Thermodynamic and dynamic atmospheric processes play a significant role in the integrity and functioning of Andean high- ecosystems. This chapter describes our analyses of the potential changes in atmospheric stability and lifting condensation levels (LCLs) in the area of the Claro River’s high-altitude basin and its surroundings. The first section provides a brief description of circulation patterns on both regional and local spatial scales. The second section presents some estimates of the LCL for historical and predicted mean annual temperatures and maximum temperatures during the warmest days. A discussion on near-surface environmental lapse rates for 1950-inferred and 2050-predicted temperature conditions is included. Likely upward shifts in LCLs in the spatial domain (04 °25’N- 05 °15’N and 75 °00’W-76 °00’W) and along the mainstream of the Claro River’s watershed are also estimated. Finally, regions of static instability, conditional instability, and static stability in the area of the Claro River’s watershed are presented for historical climatic conditions. Section 1.3 describes the Temperature/Relative Humidity sensors that have been deployed (up to date) to monitor potential changes in atmospheric stability and the altitude of the LCLs under future climatic conditions. Diurnal cycles of ambient temperatures and relative humidity values observed over recent periods are presented. Finally, various near-surface environmental lapse rates observed in the altitudinal range [3,600 m–4,500 m] are compared with dry and moist (saturated) adiabatic lapse rates.

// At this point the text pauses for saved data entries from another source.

/** Vector files with damage, for the tests of their readers. */
import { uniformInt } from 'pure-rand/distribution/uniformInt';
import { xoroshiro128plus } from 'pure-rand/generator/xoroshiro128plus';
import { seal } from './image-builder.js';
import { smallCurveSet, smallTimeline } from './small-files.js';

/**
 * Batches of files with 1 to 8 bytes changed, half of them to values that sizes and indexes turn
 * on. In three of four the CRCs match again, so that the deeper checks have to find the damage.
 */
export function* damagedFiles(count: number, seed: number): Generator<Uint8Array[]> {
  const random = xoroshiro128plus(seed);
  const below = (n: number): number => uniformInt(random, 0, n - 1);
  const telling = [0, 1, 2, 3, 4, 7, 8, 16, 32, 48, 0x7f, 0x80, 0xfc, 0xff];
  const originals = [smallCurveSet(), smallTimeline()];
  for (let done = 0; done < count; done += 500) {
    yield Array.from({ length: 500 }, () => {
      const copy = Uint8Array.from(originals[below(3) === 0 ? 1 : 0]!);
      for (let left = 1 + below(8); left > 0; left--) {
        // Behind the fields that are compared with a constant, mostly.
        const at = below(16) === 0 ? below(copy.length) : 12 + below(copy.length - 12);
        copy[at] = below(2) === 0 ? telling[below(telling.length)]! : below(256);
      }
      return below(4) === 0 ? copy : seal(copy);
    });
  }
}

7 1.1. Brief description of circulation patterns 1

Regional scale : in Colombia, two large rivers (the Cauca River and the Grande de la Magdalena River) divide the Andes Cordillera into three large mountain ranges: the Occidental (Western), the Central and the Oriental (Eastern) cordilleras. These three mountain branches and their two inter-Andean valleys constitute the so-called Colombian Andean region. The hydro-climatology of this central region is strongly influenced by the behavior of four climate features: the northeasterly trade , the easterlies, the Chocó low-level jet-CLLJ (Poveda and Mesa, 2000; Vernekar et al ., 2003), and the low-level jet to the east of the Cordillera Oriental (Vernekar et al ., 2003). The dynamics and interactions between these climate features and the orography of the Andean mountain ranges produce detailed regional circulation patterns and complex local scale motions.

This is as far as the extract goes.